Salvatore Caruso aveva cinque anni quando arrivò a Ellis Island. Era il primo giorno del 1901. Faceva molto freddo, ma il cielo era limpido e cristallino sopra il paesaggio innevato che circondava la distesa d’acqua del golfo.
La famiglia Caruso era stata fortunata. Da Napoli aveva preso la Hohenzollern – le navi tedesche erano le migliori, secondo suo padre – e attraversato l’Atlantico in meno di dieci giorni. Il ponte di terza classe era affollato. Il puzzo delle latrine lo aveva fatto quasi vomitare e la vibrazione dei motori, per sua madre, era una punizione mandata da Dio. Ma durante la traversata non c’erano state tempeste e avevano ottenuto il permesso di salire un’ora al giorno sul ponte superiore a prendere un po’ d’aria. Sua madre aveva portato una quantità di viveri – prosciutto e salame, olive, frutta secca, persino pane, avvolti bene nei tovaglioli – che era durata per tutto il viaggio. Ogni sera lo zio Luigi aveva guidato con la sua morbida voce tenorile i cori che intonavano canzoni napoletane come Funiculì, funiculà.

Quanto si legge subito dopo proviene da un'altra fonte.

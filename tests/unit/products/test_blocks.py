from __future__ import annotations

import pytest

from certify.exact import BasedComplex
from certify.products import Block, Pair, PolyhedralProduct, block_classes, parse_pair
from certify.simplicial import SimplicialComplex, build
from tests.helpers import disc_product

EMPTY = SimplicialComplex.from_facets([[]])
GHOSTS = SimplicialComplex.from_facets([[]], vertices=[1, 2])

# Faces by bit mask: points 1, 2, 4, 8; edges are sums of two.
NOTHING = (0,)
POINT = (0, 1)
TWO_POINTS = (0, 1, 2)
EDGE = (0, 1, 2, 3)
PATH_WITH_MIDDLE = {place: (0, 1, 2, 4, *sorted({3, 5, 6} - {7 - (1 << place)})) for place in range(3)}
SQUARE = (0, 1, 2, 4, 8, 3, 6, 9, 12)

INTERVAL = parse_pair("(D1, S0)")
TWICE = Pair.from_cells([(0, False, {}), (1, False, {}), (2, True, {1: 2})])


def over_an_edge(*pairs: Pair) -> PolyhedralProduct:
    """Return the product of two spaces, as one over an edge."""
    return PolyhedralProduct(build("simplex", m=2), pairs)


Expected = list[tuple[str, tuple[int, ...], int, dict[int, int]]]


def _listed(space: PolyhedralProduct, top: int | None = None) -> Expected:
    return [(b.name, b.faces, len(b.tags), dict(b.shifts)) for b in block_classes(space, top)]


@pytest.mark.parametrize(
    ("space", "expected"),
    [
        (disc_product(EMPTY, 1), [("", NOTHING, 0, {0: 1})]),
        (disc_product(GHOSTS, 1), [("00", NOTHING, 0, {0: 4})]),
        (disc_product(GHOSTS, [2, 5]), [("00", NOTHING, 0, {0: 1, 1: 1, 4: 1, 5: 1})]),
        (disc_product(build("simplex", m=1), 3), [("0", NOTHING, 0, {0: 1}), ("1", POINT, 1, {2: 1})]),
        (
            disc_product(build("points", m=2), 2),
            [("00", NOTHING, 0, {0: 1}), ("01", POINT, 1, {1: 2}), ("11", TWO_POINTS, 2, {2: 1})],
        ),
        # Of the sixteen sets, 4 points, 4 edges and 4 paths become points when dominated vertices are left out.
        (
            disc_product(build("polygon", n=4), 1),
            [
                ("0000", NOTHING, 0, {0: 1}),
                ("0001", POINT, 1, {0: 12}),
                ("0101", TWO_POINTS, 2, {0: 2}),
                ("1111", SQUARE, 4, {0: 1}),
            ],
        ),
        # A vertex with the tag 2 is dominated by one with the tag 1, and dominates none.
        (
            over_an_edge(TWICE, INTERVAL),
            [("00", NOTHING, 0, {0: 1}), ("01", POINT, 1, {0: 1, 1: 1}), ("10", POINT, 1, {1: 1})],
        ),
        (over_an_edge(TWICE, TWICE), [("00", NOTHING, 0, {0: 1}), ("01", POINT, 1, {1: 2}), ("11", EDGE, 2, {2: 1})]),
    ],
)
def test_classes_of_blocks(space: PolyhedralProduct, expected: Expected) -> None:
    assert _listed(space) == expected


@pytest.mark.parametrize(
    ("top", "expected"),
    [
        # Up to degree 1 - 1 only the empty set has a cell, and of its complex only ∅ and the points matter.
        (1, [("00", NOTHING, 0, {0: 1})]),
        (2, [("00", NOTHING, 0, {0: 1}), ("01", POINT, 1, {1: 2})]),
        (3, [("00", NOTHING, 0, {0: 1}), ("01", POINT, 1, {1: 2}), ("11", TWO_POINTS, 2, {2: 1})]),
        # Now the edge is there, and one of its ends dominates the other.
        (4, [("00", NOTHING, 0, {0: 1}), ("01", POINT, 1, {1: 2, 2: 1})]),
    ],
)
def test_blocks_and_faces_above_the_top_are_left_out(top: int, expected: Expected) -> None:
    """A face of k vertices in the block of I is a cell of degree k + |I| of (D², S¹)^K, K an edge."""
    assert _listed(disc_product(build("simplex", m=2), 2), top) == expected


def test_every_set_of_vertices_is_in_one_class() -> None:
    k = build("projective-plane")
    classes = list(block_classes(disc_product(k, [1, 2, 3, 4, 5, 6])))
    names = [block.name for block in classes]
    assert names == sorted(set(names))
    assert sum(sum(block.shifts.values()) for block in classes) == 2**6
    assert all(block.tags == (1,) * len(block.tags) and len(block.tags) <= block.name.count("1") for block in classes)


@pytest.mark.parametrize(
    ("faces", "vertices", "most", "cone"),
    [
        (NOTHING, 0, 0, False),
        (NOTHING, 0, 5, False),
        (NOTHING, 1, 1, False),
        (POINT, 1, 1, True),
        (POINT, 2, 2, True),
        (TWO_POINTS, 2, 1, True),
        (TWO_POINTS, 2, 2, False),
        (EDGE, 2, 2, True),
        (PATH_WITH_MIDDLE[0], 3, 3, True),
        (PATH_WITH_MIDDLE[2], 3, 3, True),
        (SQUARE, 4, 1, True),
        (SQUARE, 4, 2, False),
        ((0, 1, 2, 4, 3, 5, 6), 3, 2, True),
        ((0, 1, 2, 4, 3, 5, 6), 3, 3, False),
        ((0, 1, 2, 4, 3, 5, 6, 7), 3, 3, True),
    ],
)
def test_cones(faces: tuple[int, ...], vertices: int, most: int, cone: bool) -> None:
    """Does one vertex complete each face of fewer than `most` vertices to a face? (Lemma C, cut off at a degree.)"""
    assert Block("", (1,) * vertices, faces, {0: 1}, most).is_cone is cone


def test_the_chains_of_a_triangle() -> None:
    """d leaves out one vertex after the other with alternating signs, + for the first; degree k has k vertices."""
    chains = Block("111", (1, 1, 1), (0, 1, 2, 4, 3, 5, 6, 7), {0: 1}).chains()
    assert chains.boundaries == (
        ((),),
        (((0, 1),), ((0, 1),), ((0, 1),)),
        (((0, -1), (1, 1)), ((0, -1), (2, 1)), ((1, -1), (2, 1))),
        (((0, 1), (1, -1), (2, 1)),),
    )


@pytest.mark.parametrize("k", [EMPTY, GHOSTS, build("torus"), build("simplex", m=5)], ids=str)
def test_the_chains_of_all_blocks_are_complexes_in_canonical_form(k: SimplicialComplex) -> None:
    for block in block_classes(disc_product(k, 1)):
        chains = block.chains()
        assert BasedComplex.from_columns(chains.boundaries) == chains
        assert sum(chains.sizes) == len(block.faces)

Il gruppo era composto da otto persone: i genitori di Salvatore, lo zio Luigi, fratello di sua madre, e i cinque figli. Giuseppe, il maggiore, aveva quindici anni, un fisico robusto come il padre ed era un gran lavoratore. Tutti i bambini ammiravano Giuseppe, che però, essendo molto più grande, se ne stava un po’ per i fatti suoi. Due altri figli non erano così forti ed erano morti molto piccoli. Così la seconda era Anna, di nove anni. Poi erano arrivati Paolo, Salvatore e la piccola Maria, che aveva solo tre anni.
Mentre la nave entrava nello stretto e s’infilava nella baia di New York, il ponte superiore era gremito. L’eccitazione aveva preso tutti. Anche il piccolo Salvatore sarebbe stato felice se non avesse scoperto un terribile segreto.

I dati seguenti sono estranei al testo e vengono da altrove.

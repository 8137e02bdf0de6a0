from __future__ import annotations

import pytest

from certify.exact import BasedComplex
from certify.products import PolyhedralProduct, cell_complex
from certify.simplicial import SimplicialComplex, build
from tests.helpers import disc_product

EMPTY = SimplicialComplex.from_facets([[]])
GHOST = SimplicialComplex.from_facets([[]], vertices=[1])
POINT = build("simplex", m=1)
BETWEEN_GHOSTS = SimplicialComplex.from_facets([["b"]], vertices=["a", "b", "c"])

SPACES = [
    disc_product(EMPTY, 1),
    disc_product(BETWEEN_GHOSTS, [3, 1, 2]),
    disc_product(build("simplex", m=3), 1),
    disc_product(build("simplex", m=3), [2, 3, 4]),
    disc_product(build("polygon", n=5), 2),
    disc_product(build("projective-plane"), [1, 2, 3, 1, 2, 3]),
]
each_space = pytest.mark.parametrize("space", SPACES, ids=lambda space: f"{space}, K with {space.complex}")


@pytest.mark.parametrize(
    ("k", "n", "sizes"),
    [
        (EMPTY, 1, (1,)),
        (GHOST, 1, (2,)),
        (GHOST, 2, (1, 1)),
        (GHOST, 4, (1, 0, 0, 1)),
        (POINT, 1, (2, 1)),
        (POINT, 2, (1, 1, 1)),
        (POINT, 3, (1, 0, 1, 1)),
        # S⁰ × D¹ × S⁰, S¹ × D² × S¹ and S⁰ × D² × S².
        (BETWEEN_GHOSTS, 1, (8, 4)),
        (BETWEEN_GHOSTS, 2, (1, 3, 4, 3, 1)),
        (BETWEEN_GHOSTS, [1, 2, 3], (2, 2, 4, 2, 2)),
        # The torus as a union of squares in the boundary of the 4-cube.
        (build("polygon", n=4), 1, (16, 32, 16)),
    ],
)
def test_the_number_of_cells(k: SimplicialComplex, n: int | list[int], sizes: tuple[int, ...]) -> None:
    assert cell_complex(disc_product(k, n)).sizes == sizes


@each_space
def test_the_total_number_of_cells(space: PolyhedralProduct) -> None:
    m = space.complex.vertex_count
    expected = sum(f * 2 ** (m - size) for size, f in enumerate(space.complex.f_vector()))
    assert sum(cell_complex(space).sizes) == expected


@each_space
def test_it_is_a_complex_in_canonical_form(space: PolyhedralProduct) -> None:
    """The factory refuses a d d that is not zero, and sorts."""
    complex_ = cell_complex(space)
    assert BasedComplex.from_columns(complex_.boundaries) == complex_


def test_the_order_of_cells_and_the_signs_of_a_square() -> None:
    """Points 00, 01, 10, 11; edges e0, e1, 0e, 1e; and d(e × e) = (1 - 0) × e - e × (1 - 0)."""
    assert cell_complex(disc_product(build("simplex", m=2), 1)).boundaries == (
        ((), (), (), ()),
        (((0, -1), (2, 1)), ((1, -1), (3, 1)), ((0, -1), (1, 1)), ((2, -1), (3, 1))),
        (((0, 1), (1, -1), (2, -1), (3, 1)),),
    )


@pytest.mark.parametrize(("n", "degree", "sign"), [(2, 3, -1), (3, 5, 1), (4, 7, -1)])
def test_the_signs_of_a_product_of_two_discs(n: int, degree: int, sign: int) -> None:
    """d(e × e) = t × e + (-1)ⁿ e × t, d(e × t) = t × t, and d(t × e) = (-1)^(n-1) t × t; e × t is before t × e."""
    boundaries = cell_complex(disc_product(build("simplex", m=2), n)).boundaries
    assert boundaries[degree + 1] == (((0, -sign), (1, 1)),)
    ((first, plus), (other, minus)) = boundaries[degree][0] + boundaries[degree][1]
    assert first == other
    assert (plus, minus) == (1, sign)


@each_space
@pytest.mark.parametrize("top", [0, 1, 2, 5, 100])
def test_cells_above_the_top_are_left_out(space: PolyhedralProduct, top: int) -> None:
    assert cell_complex(space, top).boundaries == cell_complex(space).boundaries[: top + 1]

Sua madre stava tenendo per mano la piccola Maria. Prima del suo arrivo, Salvatore era stato il piccolo della famiglia. Ma adesso aveva qualcuno da sorvegliare ed era suo compito proteggerla. Gli piaceva giocare con la sorellina e mostrarle le cose.
Sua madre indossava un cappotto nero per difendersi dal freddo. La maggior parte delle donne aveva il capo coperto con uno scialle bianco ma, nonostante il clima invernale, sua madre si era messa il suo cappello migliore, anch’esso nero, con una veletta sbrindellata e un fiore artificiale afflosciato sul bordo. Salvatore aveva sentito che una volta, prima della sua nascita, i fiori erano stati due. Capiva che lei aveva indossato il suo cappello in modo che gli americani vedessero che la loro famiglia aveva una certa posizione.

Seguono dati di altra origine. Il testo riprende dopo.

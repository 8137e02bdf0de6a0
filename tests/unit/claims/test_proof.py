from __future__ import annotations

import hashlib
import json
from pathlib import Path

import pytest

from certify.certificate import Spool
from certify.claims import HomologyClaim, prove
from certify.claims.homology import Route
from certify.claims.workers import processes
from certify.errors import ClaimIsFalse
from certify.exact import AbelianGroup
from certify.simplicial import SimplicialComplex, build
from tests.helpers import certificate_of, disc_product, examined, graded

CIRCLE = disc_product(build("points", m=2), 1)
both_routes = pytest.mark.parametrize("route", ["blocks", "cells"])
STATEMENT = (
    b'{"degrees":null,"facets":[[1],[2]],"groups":[[0,1,[]],[1,1,[]]],"kind":"homology",'
    b'"pairs":["(D1, S0)","(D1, S0)"],"vertices":2}'
)


@both_routes
def test_a_proof_holds_the_groups_and_the_statement(route: Route) -> None:
    with Spool() as spool:
        proof = prove(HomologyClaim(CIRCLE, route=route), spool)
        assert proof.found == graded({0: "Z", 1: "Z"})
        assert proof.statement == json.loads(STATEMENT)
        assert proof.fingerprint == hashlib.sha256(STATEMENT).hexdigest()


@both_routes
def test_a_written_proof_is_accepted_for_what_it_states(route: Route, tmp_path: Path) -> None:
    path = tmp_path / "circle.cert.jsonl"
    about = {"claim": "circle", "source": "a circle of four edges"}
    with Spool() as spool:
        proof = prove(HomologyClaim(CIRCLE, route=route), spool)
        size = proof.write(path, about)
    lines = path.read_bytes().splitlines()
    assert size == path.stat().st_size
    assert json.loads(lines[0]) == {"about": about, "format": 1, "route": route, "statement": json.loads(STATEMENT)}
    report = examined(path)
    assert report["verdict"] == "accepted"
    assert report["claim"] == "circle"
    assert report["fingerprint"] == proof.fingerprint
    assert report["statement"] == (
        "H_0((D¹,S⁰)^K; ℤ) ≅ ℤ, H_1 ≅ ℤ, H_k = 0 for all other k; K on 2 vertices with facets 1 2"
    )


def test_cones_leave_no_record() -> None:
    """Of the four sets of two vertices the two points are cones; ∅ and the pair are not."""
    certificate = certificate_of(HomologyClaim(CIRCLE))
    records = [json.loads(line) for line in certificate.splitlines()]
    assert [record["block"] for record in records[1:-1]] == ["00", "11"]
    assert records[-1]["end"]["records"] == 2


def test_the_fingerprint_is_that_of_the_statement_and_not_of_the_route() -> None:
    fingerprints = set()
    for route in ("blocks", "cells"):
        header = json.loads(certificate_of(HomologyClaim(CIRCLE, route=route)).splitlines()[0])
        spelled = json.dumps(header["statement"], sort_keys=True, separators=(",", ":"), ensure_ascii=False)
        fingerprints.add(hashlib.sha256(spelled.encode()).hexdigest())
    assert fingerprints == {hashlib.sha256(STATEMENT).hexdigest()}


@both_routes
@pytest.mark.parametrize("jobs", [1, 2])
def test_a_false_claim_is_not_proved(route: Route, jobs: int) -> None:
    claim = HomologyClaim(CIRCLE, groups={0: AbelianGroup(1), 1: AbelianGroup(2)}, route=route)
    with Spool() as spool, processes(jobs) as workers, pytest.raises(ClaimIsFalse, match="claimed to be ℤ², but is ℤ"):
        prove(claim, spool, workers=workers)


@pytest.mark.parametrize("jobs", [1, 2, 3])
@pytest.mark.parametrize(
    "k", [SimplicialComplex.from_facets([[]]), build("polygon", n=5), build("simplex", m=7)], ids=str
)
def test_progress_counts_the_sets_of_vertices(k: SimplicialComplex, jobs: int) -> None:
    calls: list[tuple[int, int]] = []
    claim = HomologyClaim(disc_product(k, 1))
    with Spool() as spool, processes(jobs) as workers:
        prove(claim, spool, workers=workers, progress=lambda done, whole: calls.append((done, whole)))
    whole = 2**k.vertex_count
    assert calls[-1] == (whole, whole)
    done = [done for done, _ in calls]
    assert done == sorted(set(done))
    assert {whole for _, whole in calls} == {whole}


def test_a_restricted_claim_states_its_degrees_and_no_zero_group(tmp_path: Path) -> None:
    path = tmp_path / "circle.cert.jsonl"
    with Spool() as spool:
        proof = prove(HomologyClaim(CIRCLE, degrees=(1, 7)), spool)
        proof.write(path, {"claim": "circle"})
    assert proof.statement["degrees"] == [1, 7]
    assert proof.statement["groups"] == [[1, 1, []]]
    statement = examined(path)["statement"]
    assert statement == "H_1((D¹,S⁰)^K; ℤ) ≅ ℤ, H_7 ≅ 0; K on 2 vertices with facets 1 2"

Concetta Caruso era bassa, scura e ferocemente orgogliosa. Era convinta che la gente del suo paese fosse superiore a quella dei paesi vicini e che il Sud italiano, il Mezzogiorno, fosse più bello di tutte le altre terre del mondo. Lei non sapeva che cosa mangiassero nelle altre nazioni, e non se ne curava. Perché il cibo italiano era il migliore.
Sapeva inoltre che, quali che fossero i santi a cui si rivolgeva per chiedere aiuto, Dio vedeva tutti i peccati del mondo e sarebbe stato Lui a decidere se mostrare o no compassione.
Quello era il destino. Inesorabile, sicuro come la cupola azzurra del cielo sopra la terra. Andare in America non avrebbe cambiato quello che era già scritto.
“Perché andiamo in America?” aveva chiesto Salvatore, mentre prendevano posto sul carretto che li avrebbe trasportati dalla piccola fattoria di famiglia a Napoli.
“Perché in America ci sono i soldi, Totò” aveva risposto suo padre. “Una montagna di dollari da inviare a tua nonna e alle tue zie, così possono mandare avanti la fattoria.”
“Non possiamo fare i dollari a Napoli?”
“A Napoli? No.” Suo padre aveva sorriso. “L’America ti piacerà. Tuo zio Francesco è già là, e anche tutti i cugini che non hai mai incontrato, e ti stanno tutti aspettando per salutarti.”
“È vero” aveva chiesto Salvatore “che in America sono tutti felici e puoi avere tutto quello che vuoi?”
Ma prima che suo padre potesse rispondere, era intervenuta sua madre.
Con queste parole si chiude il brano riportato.